Kolejna kompromitacja Juventusu! Gytkjaer upokorzył "Starą Damę", czerwona kartka Di Marii [WIDEO]

Kolejna kompromitacja Juventusu! Gytkjaer upokorzył "Starą Damę", czerwona kartka Di Marii [WIDEO]
screen
Juventus po raz kolejny w tym sezonie stracił punkty. "Stara Dama" poległa z Monzą, która po raz pierwszym w historii wygrała mecz na poziomie Serie A.

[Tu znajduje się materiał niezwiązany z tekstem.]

FAST_MIN_BYTES = 8 * 1024 * 1024  # smaller files are read in one piece: memory is not a concern there
FAST_SAMPLE_ROWS = 2000
FAST_CHUNK_ROWS = 65536  # at most; fewer for a smaller file, so a chunk stays small beside its matrix
_EXACT = 1e15  # whole numbers below this are exact as float64 and print the same (IDs stay the same text)


def _same_type(parts: list[pd.Series]) -> bool:
    """Whether an ID-like column read in chunks has the type (and cells) the whole-file reading gives it:
    numbers in every chunk, or text in every chunk with no cell that reads as a number (else pandas could
    have read some of its cells as numbers: '007' as 7)."""
    numeric = [pd.api.types.is_numeric_dtype(p.dtype) and not pd.api.types.is_bool_dtype(p.dtype) for p in parts]
    if all(numeric):
        return True
    if any(numeric) or any(pd.api.types.is_bool_dtype(p.dtype) for p in parts):
        return False
    candidates = (pd.Series(_could_be_numbers(p), dtype=object) for p in parts if _may_hold_numbers(p))
    return not any(pd.to_numeric(c, errors="coerce").notna().any() for c in candidates)


_NOT_A_NUMBER_START = np.array(list("abcdefghjklmopqrstuvwxyzABCDEFGHJKLMOPQRSTUVWXYZ"))  # not i/I, n/N (inf, nan)
_A_NUMBER_MAY_START = re.compile(r"\n[^a-hj-mo-zA-HJ-MO-Z\n]")  # a cell (after a line end) not starting as above


def _may_hold_numbers(part: pd.Series) -> bool:
    """False when no filled cell of a text column could read as a number by the screen of
    :func:`_could_be_numbers` (each starts with a letter that begins no number; an empty cell is no number),
    found by one search over the cells joined by line ends; True when some could, or when unsure (a cell
    that is not text, a line end inside a cell only adds candidates)."""
    try:
        text = "\n" + "\n".join(part.tolist())
    except TypeError:  # missing cells (NaN) or cells that are not text
        try:
            text = "\n" + "\n".join(part.dropna().tolist())
        except TypeError:
            return True
    return _A_NUMBER_MAY_START.search(text) is not None


def _could_be_numbers(part: pd.Series) -> np.ndarray:
    """The cells of a text column that could read as numbers: all but those starting with a letter that
    begins no number ('R00017'; 'inf', 'nan' and missing cells are kept), a cheap screen before ``pd.to_numeric``."""
    cells = part.to_numpy(dtype=object)
    return cells[~np.isin(cells.astype("U1"), _NOT_A_NUMBER_START)]


def _read_numeric(raw: bytes, opts: dict[str, Any], n_rows: int) -> tuple[pd.DataFrame, np.ndarray] | None:
    """A large all-number file read in row chunks straight into one float64 matrix, or None to read it whole.

    Taken when the first rows hold only numbers (columns named like an ID keep pandas' own types): the
    frame's number columns are then views of one column-major respondents x columns matrix (returned beside
    it), so the reading holds about one copy of the numbers instead of pandas' three (its chunks,
    their concatenation, the consolidated block). Any surprise further down (a text cell, a row count that
    does not match the scan) gives None, and the file is read whole as before: same frame, same errors.
    """
    if len(raw) < FAST_MIN_BYTES or n_rows <= FAST_SAMPLE_ROWS:
        return None
    try:
        sample = pd.read_csv(io.BytesIO(raw), nrows=FAST_SAMPLE_ROWS, **opts)
    except (pd.errors.ParserError, ValueError, UnicodeDecodeError):
        return None
    names = [str(c) for c in sample.columns]
    if len(set(names)) != len(names):
        return None
    from .columns import named_like_id  # here: columns imports the codebook reader, which imports this module

    keep_types = {c for c in names if named_like_id(c)}
    for c in names:
        if c in keep_types:
            continue
        values = sample[c]
        if values.dtype.kind not in "if" or not bool((values.abs().fillna(0) < _EXACT).all()):
            return None
    numeric = [c for c in names if c not in keep_types]
    if not numeric:
        return None
    matrix = np.empty((n_rows, len(numeric)), dtype=np.float64, order="F")  # columns contiguous, as pandas
    others: dict[str, list[pd.Series]] = {c: [] for c in keep_types}
    start = 0
    try:
        rows = min(FAST_CHUNK_ROWS, max(FAST_CHUNK_ROWS // 4, n_rows // 8))
        # the parser's own types (whole numbers parse faster as integers than as floats); a chunk column of
        # another type (text, true/false) sends the file to the whole reading
        reader = pd.read_csv(io.BytesIO(raw), chunksize=rows, **opts)
        with reader:
            for chunk in reader:
                stop = start + len(chunk)
                if stop > n_rows:
                    return None
                for j, c in enumerate(numeric):  # column by column: no intermediate chunk matrix
                    values = chunk[c].to_numpy()
                    if values.dtype.kind not in "iuf":
                        return None
                    matrix[start:stop, j] = values
                for c in keep_types:
                    others[c].append(chunk[c])
                start = stop
    except (pd.errors.ParserError, ValueError, UnicodeDecodeError, OverflowError):
        return None
    if start != n_rows or not all(_same_type(parts) for parts in others.values()):
        return None
    df = pd.DataFrame(matrix, columns=numeric, copy=False)
    for pos, c in enumerate(names):
        if c in keep_types:
            df.insert(pos, c, pd.concat(others.pop(c), ignore_index=True))
    return df, matrix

Turyńczycy podeszli do tego starcia po serii fatalnych występów. W siedmiu poprzednich spotkaniach "Bianconeri" odnieśli tylko jedno zwycięstwo.
Dalsza część tekstu pod wideo
W pierwszym składzie "Juve" nie znalazł się dziś żaden z Polaków. Wojciech Szczęsny wrócił już do zdrowia, ale Massimiliano Allegri pozostawił go na ławce rezerwowych. Z kolei Arkadiusz Milik nadal był zawieszony po czerwonej kartce ujrzanej w meczu z Salernitaną, kiedy zdjął koszulkę po strzeleniu gola, którego niesłusznie nie uznano.
Monza już w 9. minucie mogła dziś objąć prowadzenie. Armando Izzo odnalazł się w polu karnym, ale oddał niecelny strzał po centrze z prawego skrzydła.
Piłkarzom beniaminka brakowało skuteczności, ale to oni prowadzili grę, częściej gościli na połowie rywala. W pierwszych dwóch kwadransach Juventus poza zablokowanym strzałem Dusana Vlahovicia nie istniał w ofensywie.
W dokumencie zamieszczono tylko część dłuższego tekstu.